▶ ABOUT THIS EXERCISE
Your task is to repeat exactly the lines below between the line holding "function (th, index)" and the line holding "span of the", inclusive, and only those.

▶ INFORMATION SUPPLIED

def simplify_paths(
    paths: Sequence[Sequence[Literal]], exclusive: Sequence[frozenset[int]] = ()
) -> tuple[tuple[Literal, ...], ...]:
    """The shortest "or" of "and"s that is true exactly where one of `paths` is, on every possible input.

    Exact two-level minimization (Quine 1952, "The problem of simplifying truth functions"; McCluskey 1956):
    every assignment of the columns the paths mention is enumerated; assignments in which two columns of
    one `exclusive` group hold together cannot occur (two values of one field) and are "don't care". The
    prime implicants are found by enumerating every conjunction of the columns, and the smallest cover
    of the true assignments is chosen by trying covers of 1, 2, ... terms. Among covers of equal size,
    fewer conditions win, then more positive conditions ("mentions" rather than "does not mention"),
    then the earliest columns. This merges alternatives that differ in one condition ((A and x) or
    (A and not x) -> A), drops conditions another implies (``field is "a"`` implies ``field is not "b"``),
    and drops a path that another contains.

    Parameters
    ----------
    paths : sequence of sequence of (int, bool)
        Each path is a conjunction of (column, present?) conditions; the rule is their disjunction.
    exclusive : sequence of frozenset of int
        Groups of columns of which at most one is present in any row.

    Returns
    -------
    tuple of tuple of (int, bool)
        The simplified terms, positive conditions first within a term; terms in the order of the first
        path each overlaps. () when the paths can never hold; ((),) when they always hold.
    """
    order: dict[int, int] = {}
    for path in paths:
        for column, _ in path:
            order.setdefault(column, len(order))
    columns = sorted(order, key=order.__getitem__)
    if len(columns) > MAX_EXACT_VARIABLES:
        return tuple(dict.fromkeys(tuple(p) for p in paths))
    n = len(columns)
    position = {c: i for i, c in enumerate(columns)}
    groups = [[position[c] for c in g if c in position] for g in exclusive]
    groups = [g for g in groups if len(g) > 1]

    def possible(bits: int) -> bool:
        return all(sum((bits >> i) & 1 for i in g) <= 1 for g in groups)

    def holds(term: Sequence[Literal], bits: int) -> bool:
        return all(bool((bits >> position[c]) & 1) == present for c, present in term)

    on = [b for b in range(1 << n) if possible(b) and any(holds(p, b) for p in paths)]
    off = [b for b in range(1 << n) if possible(b) and not any(holds(p, b) for p in paths)]
    if not on:
        return ()
    if not off:
        return ((),)
    implicants = []
    for code in itertools.product((None, True, False), repeat=n):
        term = tuple((columns[i], v) for i, v in enumerate(code) if v is not None)
        if not any(holds(term, b) for b in off):
            covered = frozenset(b for b in on if holds(term, b))
            if covered:
                implicants.append((term, covered))
    known = {frozenset(t) for t, _ in implicants}
    # prime: dropping any one condition lets a false assignment in (any shorter implicant would be known)
    primes = [(t, cov) for t, cov in implicants if not any(frozenset(t) - {lit} in known for lit in t)]
    everything = frozenset(on)
    for size in range(1, len(primes) + 1):
        covers = [combo for combo in itertools.combinations(primes, size)
                  if frozenset().union(*(cov for _, cov in combo)) == everything]
        if covers:
            best = min(covers, key=lambda combo: _cover_cost([t for t, _ in combo], order))
            return _ordered([t for t, _ in best], paths, order, position)
    raise AssertionError("the primes always cover the true assignments")  # pragma: no cover


def _cover_cost(terms: Sequence[Sequence[Literal]], order: Mapping[int, int]) -> tuple[int, int, list[int]]:
    """Fewer conditions, then fewer negations, then earlier columns."""
    literals = [lit for term in terms for lit in term]
    return (len(literals), sum(1 for _, present in literals if not present), sorted(order[c] for c, _ in literals))
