def _sentence_options(
    candidates: Sequence[int], title_of: Callable[[int], str], text_of: Callable[[int], str],
    weights: dict[str, float], keys_of: Callable[[str], list[str]], templates: frozenset[str], *,
    every: bool = False, wrapped: bool = False,
) -> list[_Option]:
    """The usable sentences of the candidates' texts that carry a term (`every`: all usable sentences)."""
    options = []
    low, high = SENTENCE_WORDS
    for doc_index in candidates:
        title = title_of(doc_index)
        text = without_title_line(text_of(doc_index)[:SENTENCE_SCAN_CHARS], title, wrapped=wrapped,
                                  templated=title_shape(title) in templates)
        for sentence in sentences(text):
            words = sentence.split()
            if (not low <= len(words) <= high or title_problem(sentence) is not None or _OPTION.match(sentence)
                    or sentence_problem(sentence) is not None
                    or plain_word_share(display_text(sentence)) < PLAIN_WORDS_MIN):
                continue
            score = carried_weight(sentence, weights, keys_of)
            if sentence.upper() == sentence:
                score *= SHOUTING_FACTOR  # a sentence in capitals (a disclaimer) reads badly as a headline
            if score > 0 or every:
                options.append(_Option(shorten(display_text(sentence)), "sentence", doc_index, score))
    return options


def sentence_problem(sentence: str) -> str | None:
    """Why a sentence (already judged as a title would be) cannot stand for a cluster, or None when it can."""
    if _FRAGMENT_END.search(sentence.rstrip(" .")):
        return "a fragment: it ends in a comma, semicolon or colon"
    if _CREDIT.match(sentence) or len(_YEAR.findall(sentence)) >= 2:
        return "a copyright or credit line"
    return None


def repeated_sentences(options: Sequence[_Option], least: int = TEMPLATE_MIN_TITLES) -> frozenset[str]:
    """Sentences (without case) found in at least `least` different documents among the candidates.

    A sentence many texts share is a formula of their template or a footer ("GNU coreutils online help:
    ..."), true of every member and of other clusters alike, so it says little about any one cluster.
    """
    holders: dict[str, set[int]] = {}
    for option in options:
        holders.setdefault(option.text.casefold(), set()).add(option.doc_index)
    return frozenset(text for text, docs in holders.items() if len(docs) >= least)


def choose_headlines(
    candidates: Sequence[Sequence[int]],
    terms: Sequence[Sequence[TermScore]],
    title_of: Callable[[int], str],
    text_of: Callable[[int], str],
    keys_of: Callable[[str], list[str]],
) -> list[Headline]:
    """One headline per cluster, none shared by two clusters.

    Parameters
    ----------
    candidates : sequence of sequence of int, one per cluster
        Document indexes of the members nearest the centroid, nearest first.
    terms : sequence of sequence of TermScore, one per cluster
        The cluster's distinguishing terms (chi-square), best first.
    title_of, text_of : callable
        A document's title (display form) and text.
    keys_of : callable
        The analyzer's terms of a string, in order (words only; adjacent pairs are formed here).

    Returns
    -------
    list of Headline
        In cluster order. Per cluster the order of preference is: titles that carry a term (most weight
        first, then nearest), sentences that carry a term (most weight, then nearest), the other usable
        titles (nearest first), sentences found in several candidate documents (`repeated_sentences`) or
        holding a web address, and last the top terms themselves. Clusters choose in order (largest
        first), each taking its best option that no earlier cluster took (compared without case).
    """
    templates = template_shapes([title_of(d) for group in candidates for d in group])
    # every usable sentence of every cluster's candidates, unweighted, to find those many documents share
    wrapped = first_lines_wrapped(candidates, title_of, text_of)
    everywhere = [o for group in candidates
                  for o in _sentence_options(group, title_of, text_of, {}, keys_of, templates, every=True,
                                             wrapped=wrapped)]
    repeated = repeated_sentences(everywhere)
    taken: set[str] = set()
    chosen = []
    for group, cluster_terms in zip(candidates, terms, strict=True):
        weights = term_weights(cluster_terms)
        titles = _title_options(group, title_of, text_of, weights, keys_of, templates, wrapped)
        rank = {d: i for i, d in enumerate(group)}
        carrying = sorted((o for o in titles if o.score > 0), key=lambda o: (-o.score, rank[o.doc_index]))
        said = sorted(_sentence_options(group, title_of, text_of, weights, keys_of, templates, wrapped=wrapped),
                      key=lambda o: -o.score)  # stable
        # a sentence many documents share, or one that points to a web address, says little of its own
        own = [o for o in said if o.text.casefold() not in repeated and not _URL.search(o.text)]
        shared = [o for o in said if o.text.casefold() in repeated or _URL.search(o.text)]
        plain = [o for o in titles if o.score <= 0]
        fallback = _Option("terms: " + ", ".join(t.term for t in cluster_terms[:4]) if cluster_terms else "(no terms)",
                           "terms", -1, 0.0)
        pick = next((o for o in (*carrying, *own, *plain, *shared) if o.text.casefold() not in taken), fallback)
        taken.add(pick.text.casefold())
        chosen.append(Headline(pick.text, pick.source, pick.doc_index))
    return chosen
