def render_run_site(
    folder: Path, result: RunResult, track: Callable[[Iterable[Any]], Iterable[Any]] | None = None,
    exports_written: Callable[[], None] | None = None,
) -> None:
    """Write index.html, one page per cluster (the MEMBERS_LISTED members nearest its centroid), document pages,
    the ingest page, the map and the search index.

    Parameters
    ----------
    folder : Path
        The run's folder, its exports written or being written (their member files made).
    result : RunResult
        The finished run.
    track : callable, optional
        Wraps the pass over the documents (a progress bar).
    exports_written : callable, optional
        Returns once every export is complete (the document tables may be written beside the pages by
        another process); called before the pages that list the exports' files (index.html, files.html).
    """
    env = _environment()
    _copy_stylesheet(folder)
    docs = result.collection.documents
    with_doc_pages = len(docs) <= DOC_PAGE_CAP
    common = {
        "run": result.name,
        "caution": CAUTION,
        "css": STYLESHEET,
        "k": result.k,
        "documents": result.population.documents if result.population else len(docs),
        "distinct": result.population.texts if result.population else int(result.collection.copies.size),
        "skipped": result.population.skipped if result.population else len(result.ingested.skipped()),
        "quality": result.quality,
        "silhouette_note": after_figure(result.quality.silhouette_reading, result.quality.silhouette),
        "with_doc_pages": with_doc_pages,
        "doc_page_cap": DOC_PAGE_CAP,
        "members_listed": MEMBERS_LISTED,
        "stability_mean": result.stability.mean,
        "has_sweep": result.sweep is not None,
        "metadata": result.metadata,
        "names_from_run": result.naming.source_run,
        "names_not_carried": result.naming.not_carried,
        "resamples": result.stability.resamples,
        "finder": True,  # base.html: the search form and the run's two script files
    }
    cards = [_card(c, result) for c in result.clusters]
    _write_search(folder, result, cards, with_doc_pages)
    _render_map(folder, result, env, common, cards, with_doc_pages)
    # ids and file names are the user's own and may hold e-mail addresses or phone numbers: pages show
    # them redacted, as titles are (exports keep them as they are, so rows can be joined back)
    shown: Callable[[str], str] = private_text if result.options.redact else str
    _render_levels(folder, result, env, common)
    _write(folder / "tree.html", env.get_template("tree.html").render(
        common, rules=result.rules, root=result.rules.whole_tree, has_metadata=result.metadata is not None,
        rows=min(int(result.collection.copies.size), RULES_ROWS),
        names={c.cluster_id: c.shown for c in result.naming.clusters},
        hrefs={c.cluster_id: cluster_page_name(c.cluster_id) for c in result.clusters}, up=""))
    if result.sweep is not None:
        render_sweep(folder, result.sweep, name=result.name, in_run=True)
    _write(folder / "ingest.html", env.get_template("ingest.html").render(
        common, entries=[{"source": shown(e.source), "status": e.status, "reason": e.reason, "detail": shown(e.detail)}
                         for e in result.ingested.entries], notes=result.ingested.notes,
        files_found=result.ingested.files_found, boilerplate=result.boilerplate.lines,
        boilerplate_share=result.boilerplate.min_share, redacted=result.redacted, up="",
        languages=[(code, f"{share:.1%}") for code, share in result.languages.collection] if result.languages else [],
        languages_forced=bool(result.languages and result.languages.forced)))
    # every member when documents have pages (their previous/next links follow this order), else the listed ones
    members_by_cluster = _members_nearest_first(result, None if with_doc_pages else MEMBERS_LISTED)
    for position, (cluster, card) in enumerate(zip(result.clusters, cards, strict=True)):
        listed = members_by_cluster[cluster.cluster_id][:MEMBERS_LISTED]
        csv_name = members_csv_name(cluster.cluster_id)
        context = {
            "card": card,
            "cluster": cluster,
            "nearest": [_member_row(n.doc_index, n.distance, docs[n.doc_index], with_doc_pages, shown)
                        for n in cluster.nearest],
            "kwic_groups": _kwic_groups(cluster, with_doc_pages, shown),
            "members": [_member_row(i, dist, docs[i], with_doc_pages, shown) for i, dist in listed],
            "profile": result.profiles[cluster.cluster_id],
            "attributes": _attributes(result, cluster.cluster_id),
            "listed": len(listed),
            # written with the assignments; a Spark run above its single-file cap has only Spark's parts
            "members_csv": csv_name if (folder / csv_name).is_file() else "",
            "prev_cluster": _cluster_link(cards[position - 1]) if position > 0 else None,
            "next_cluster": _cluster_link(cards[position + 1]) if position + 1 < len(cards) else None,
            "up": "",
        }
        _write(folder / cluster_page_name(cluster.cluster_id),
               env.get_template("cluster.html").render(common, **context))
    if with_doc_pages:
        (folder / "docs").mkdir()
        template = env.get_template("document.html")
        keys_by_cluster = {c.cluster_id: [t.key for t in c.chi2_terms[:MARKED_TERMS]] for c in result.clusters}
        members_of_text: dict[int, list[int]] = {}
        for j, text_index in enumerate(result.collection.text_of_doc):
            if result.collection.copies[text_index] > 1:
                members_of_text.setdefault(int(text_index), []).append(j)
        ranks = {i: (c, r) for c, members in members_by_cluster.items() for r, (i, _) in enumerate(members)}
        numbered = enumerate(docs)
        for i, doc in track(numbered) if track else numbered:
            t = result.collection.text_of_doc[i]
            cluster_id = int(result.clustering.labels[t])
            segments = mark_terms(doc.text, result.analyzer.spans(doc.text), keys_by_cluster[cluster_id])
            group = [j for j in members_of_text.get(int(t), []) if j != i][:GROUP_LISTED]
            order, rank = members_by_cluster[ranks[i][0]], ranks[i][1]
            _write(folder / doc_page_name(i), template.render(
                common, doc=doc, doc_id=shown(doc.doc_id), source=shown(doc.source), segments=segments,
                label=doc_label(doc.title), self_href=doc_page_name(i).removeprefix("docs/"),
                marked=sum(s.marked for s in segments), marked_terms=MARKED_TERMS, rank=rank + 1,
                prev_member=_doc_link(order[rank - 1][0], docs) if rank > 0 else None,
                next_member=_doc_link(order[rank + 1][0], docs) if rank + 1 < len(order) else None,
                cluster=result.clusters[cluster_id],
                cluster_href="../" + cluster_page_name(cluster_id),
                cluster_title=result.naming.clusters[cluster_id].name or result.clusters[cluster_id].headline,
                distance=float(result.clustering.distances[t]),
                copies=int(result.collection.copies[t]), up="../",
                group=[{"title": docs[j].title, "href": "../" + doc_page_name(j)} for j in group]))
    if exports_written is not None:
        exports_written()
    # the overview lists the exports' files, so it waits for them (no other page reads the folder's files)
    _write(folder / "index.html", env.get_template("run_index.html").render(
        common, exports=listed_files(folder, data_only=True), cards=cards, overview=_overview(cards),
        first=_first_listed(result, cards), over_time=_over_time(result, cards), up=""))
    # last, so that it lists every file written before it (and the few written when the run is put in place)
    _write(folder / "files.html", env.get_template("files.html").render(
        common, files=listed_files(folder, late=(*LATE_FILES, "files.html")), up=""))
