/* pilewise: sortable tables. No library, no network; the pages read the same without it.
 *
 * A table with class "sortable" gets a button in each header cell (unless the cell has class
 * "nosort"). Activating the button (click, Enter or Space: it is a real <button>) sorts the
 * table's rows by that column; activating it again reverses the order. A cell's data-sort attribute,
 * when present, holds the raw value to sort by (numbers as numbers); otherwise its text is compared.
 * Ties keep their previous order (Array.prototype.sort is stable since ECMAScript 2019), and
 * aria-sort on the header cell tells assistive technology which column orders the rows.
 */
(function () {
  "use strict";

  function cellKey(row, index) {
    var cell = row.cells[index];
    if (!cell) { return { num: false, text: "" }; }
    var raw = cell.hasAttribute("data-sort") ? cell.getAttribute("data-sort") : cell.textContent;
    var text = (raw || "").trim();
    var number = text === "" ? NaN : Number(text);
    return { num: !isNaN(number), value: number, text: text };
  }

  function compare(a, b) {
    if (a.num && b.num) { return a.value - b.value; }
    if (a.num !== b.num) { return a.num ? -1 : 1; } /* numbers before text, empty cells last */
    if (a.text === "" || b.text === "") { return (a.text === "" ? 1 : 0) - (b.text === "" ? 1 : 0); }
    return a.text.localeCompare(b.text, undefined, { numeric: true, sensitivity: "base" });
  }

  function sortBy(table, th, index) {
    var body = table.tBodies[0];
    if (!body) { return; }
    var ascending = th.getAttribute("aria-sort") !== "ascending";
    var rows = Array.prototype.slice.call(body.rows).map(function (row) {
      return { row: row, key: cellKey(row, index) };
    });
    rows.sort(function (x, y) {
      var order = compare(x.key, y.key);
      return ascending ? order : -order;
    });
    var headers = table.tHead ? table.tHead.rows[0].cells : [];
    Array.prototype.forEach.call(headers, function (other) { other.removeAttribute("aria-sort"); });
    th.setAttribute("aria-sort", ascending ? "ascending" : "descending");
    rows.forEach(function (item) { body.appendChild(item.row); });
  }

  function prepare(table) {
    if (!table.tHead || !table.tHead.rows.length) { return; }
    Array.prototype.forEach.call(table.tHead.rows[0].cells, function (th, index) {
      if (th.classList.contains("nosort") || th.colSpan > 1) { return; }
      var button = document.createElement("button");
      button.type = "button";
      button.className = "sort";
      while (th.firstChild) { button.appendChild(th.firstChild); }
      button.setAttribute("title", "Sort by this column");
      button.addEventListener("click", function () { sortBy(table, th, index); });
      th.appendChild(button);
    });
  }

  function start() {
    Array.prototype.forEach.call(document.querySelectorAll("table.sortable"), prepare);
  }

  if (document.readyState === "loading") {
    document.addEventListener("DOMContentLoaded", start);
  } else {
    start();
  }
})();
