"""Keyword-in-context lines: fixed-width left and right context, keyword aligned in one column."""

from __future__ import annotations

import re
import unicodedata

from pilewise.ingest.redact import display_text
from pilewise.vectors.text import Analyzer

CONTEXT_CHARS = 45
_SPACE = re.compile(r"\s+")


def _flat(text: str) -> str:
    return _SPACE.sub(" ", text)


def find_term(spans: list[tuple[int, int, str]], key: str) -> tuple[int, int] | None:
    """Character span of the first occurrence of a term or two-word phrase among a text's kept words."""
    parts = key.split(" ")
    if len(parts) == 1:
        for start, end, term in spans:
            if term == key:
                return start, end
        return None
    first, second = parts
    for (start, _, term), (_, end, next_term) in zip(spans, spans[1:], strict=False):
        if term == first and next_term == second:
            return start, end
    return None


def kwic_window(text: str, start: int, end: int, width: int = CONTEXT_CHARS) -> tuple[str, str, str]:
    """Left context, match and right context; each context fills exactly `width` columns.

    Whitespace runs become one space and redaction placeholders their labels; the left context is
    right-aligned so that every match starts in the same column. A wide character (Chinese, Japanese,
    Korean: East Asian Width W or F, Unicode Standard Annex #11) takes two columns, a combining mark none,
    every other character one, as terminals and monospace fonts draw them.
    """
    left = _flat(display_text(text[max(0, start - 4 * width) : start]))
    if len(left) < width and start > 4 * width:  # long whitespace runs: look further back
        left = _flat(display_text(text[:start]))
    right = _flat(display_text(text[end : end + 4 * width]))
    if len(right) < width and len(text) > end + 4 * width:
        right = _flat(display_text(text[end:]))
    return _fit_end(left, width), _flat(text[start:end]), _fit_start(right, width)


def _columns(char: str) -> int:
    """Columns a character takes in a monospace line (UAX #11 East Asian Width; marks take none)."""
    if unicodedata.combining(char):
        return 0
    return 2 if unicodedata.east_asian_width(char) in ("W", "F") else 1


def _fit_start(text: str, width: int) -> str:
    """The start of `text` that fits `width` columns, padded with spaces on the right to exactly `width`."""
    used = 0
    for i, char in enumerate(text):
        if used + _columns(char) > width:
            return text[:i] + " " * (width - used)
        used += _columns(char)
    return text + " " * (width - used)


def _fit_end(text: str, width: int) -> str:
    """The end of `text` that fits `width` columns, padded with spaces on the left to exactly `width`."""
    return _fit_start(text[::-1], width)[::-1]


def kwic_line(
    text: str, analyzer: Analyzer, key: str, width: int = CONTEXT_CHARS, *,
    spans: list[tuple[int, int, str]] | None = None,
) -> tuple[str, str, str] | None:
    """The keyword-in-context line for the first occurrence of `key` in `text`, if any; `spans`, when given, is
    `analyzer.spans(text)` already found (a caller looking for several terms in one text finds them once)."""
    found = find_term(analyzer.spans(text) if spans is None else spans, key)
    if found is None:
        return None
    return kwic_window(text, found[0], found[1], width)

▶ PROBLEM SOLUTION
    Array.prototype.forEach.call(table.tHead.rows[0].cells, function (th, index) {
      if (th.classList.contains("nosort") || th.colSpan > 1) { return; }
      var button = document.createElement("button");
      button.type = "button";
      button.className = "sort";
      while (th.firstChild) { button.appendChild(th.firstChild); }
      button.setAttribute("title", "Sort by this column");
      button.addEventListener("click", function () { sortBy(table, th, index); });
      th.appendChild(button);
    });
  }

  function start() {
    Array.prototype.forEach.call(document.querySelectorAll("table.sortable"), prepare);
  }

  if (document.readyState === "loading") {
    document.addEventListener("DOMContentLoaded", start);
  } else {
    start();
  }
})();
"""Keyword-in-context lines: fixed-width left and right context, keyword aligned in one column."""

from __future__ import annotations

import re
import unicodedata

from pilewise.ingest.redact import display_text
from pilewise.vectors.text import Analyzer

CONTEXT_CHARS = 45
_SPACE = re.compile(r"\s+")


def _flat(text: str) -> str:
    return _SPACE.sub(" ", text)


def find_term(spans: list[tuple[int, int, str]], key: str) -> tuple[int, int] | None:
    """Character span of the first occurrence of a term or two-word phrase among a text's kept words."""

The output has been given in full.